THE mum of a 21-year-old woman who died after overdosing on diet pills in an overwhelmed A&E department has described how she felt “invisible” as she attempted to warn staff of how quickly her daughter was deteriorating.

Speaking at Worcestershire Coroner’s Court on Monday (January 15), Carole Shipsey paid tribute to her daughter Beth who died at Worcestershire Royal Hospital on February 15 after taking 2,4 Dintrophernol (DNP).

“She was full of life and very outspoken, particularly when it came to animal well-being,” she said.

“A very gifted photographer. She was quite unique in that she just enjoyed nature, she enjoyed travelling. She just enjoyed life.”

The emergency staff who treated Beth at WRH had never heard of DNP before, with information having to be printed from TOXBASE – a database used when dealing with an unfamiliar drug.

Carole Shipsey, a qualified nurse, told the court: “Everyone was busy doing what they needed to do for others, but no-one seemed to appreciate the potential seriousness of the situation [of Beth's condition]”

She said she trusted the doctors and nurses would have all read the information from TOXBASE – which warned of the likelihood of rapid deterioration – but this proved not to be the case.

Staff had felt Beth’s condition was stable enough to downgrade her from the resuscitation room to a cubicle in the majors area of the department, less than an hour before she went into cardiac arrest.

However, the accounts given by both Carole and her husband Doug differed drastically from that of staff in regards to Beth’s condition while in the resuscitation room.

“She’s normally a very pale complexion[d] girl, but she was red, she was really flushed,” said Carole.

“She was fidgeting on the bed. She told me: ‘I’m burning from the inside’. Those were her exact words.”

Carole described how her daughter was sweating so much, the cardiac monitoring electrodes “kept coming off her skin because she was very, very moist”.

“I could see the nurse was busy, so I stuck them back on. I even changed them to get a better signal.”

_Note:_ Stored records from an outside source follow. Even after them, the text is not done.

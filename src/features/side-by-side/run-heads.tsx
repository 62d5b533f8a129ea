import { useChartPalette } from '../../charts/chart-palette';
import { runStyle } from '../../charts/run-style';
import type { Run } from '../../../server/contract/runs';
import { RejectedMark } from '../../runs/rejected-mark';
import { letterOfRun, titleOfRun } from '../../runs/run-title';
import { HeaderCell, TableHead } from '../../ui/table';

/** A head with one column a run, after the column of what is compared. */
export function RunHeads({ runs, first }: { runs: readonly Run[]; first: string }) {
  const palette = useChartPalette();
  return (
    <TableHead>
      <HeaderCell className="w-20 align-top sm:w-36">{first}</HeaderCell>
      {runs.map((run) => (
        <HeaderCell key={run.id} className="align-top">
          <span className="block whitespace-normal">
            <span className="figure" style={{ color: runStyle(letterOfRun(run), palette).color }}>
              {letterOfRun(run)}
            </span>{' '}
            <span className="font-normal">{titleOfRun(run)}</span>
            <span className="block font-normal">
              <RejectedMark fit={run.result} />
            </span>
          </span>
        </HeaderCell>
      ))}
    </TableHead>
  );
}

Doug said: “Something I was pretty startled by through the whole course of events in the evening: nobody spoke to me. What is the treatment plan? I was trying to convince [staff, having read up on DNP] this was not paracetamol, that you can reverse easily.”

Carole said at one point while in the resuscitation room, “Bethany was bolt up right in bed, leaning forward, breathing faster than normal” and told her mum: “I can’t see properly”.

In order to cool her daughter down, Carole asked for ice and was told they did not have any in the emergency department.

So, she filled up rubber gloves with water and tried to apply them to the back of Beth’s neck and knees.

She said the cardiac monitoring alarm kept going off and was silenced numerous times and, unsure if the electrodes were connecting properly, Carole performed a manual radial pulse measurement.

She said Beth’s “heart rate kept going up in increments” and “never did come back down again”.

Soon after that, Carole was told Beth would be moved. “I was shocked,” she told the court.

“I regret this, but I had confidence in my fellow colleagues,” she said. “A false sense of feeling that they would take care of her.”

She went on to say: “A short time after that we’re on the move again. They moved her bed into the high care unit and the nurse was on her own.”

The curtain was pulled over to allow Beth to use a bed pan and Carole said when she opened it again her daughter had “rolled against the bedside and was stuck on it.

“I pushed her into the middle of the bed. She was white, really pale, eyes open and her pupils were pin point.”

She said she told the nurse: “I’m not happy, can you come? I think you need to come now, I think she’s going to fit.”

Holding back tears, Carole told the court how Beth raised her arm and it went stiff.

“As a nurse, I’m thinking: ‘I need to open her airway’.

“I put the bed flat. I was trying to open her airways. I had my uniform on and I think some people thought I was on shift.”

The nurse then sounded an alarm as Beth had a seizure before going into cardiac arrest.

Coroner Geraint Williams adjourned the inquest until February 14, for his verdict.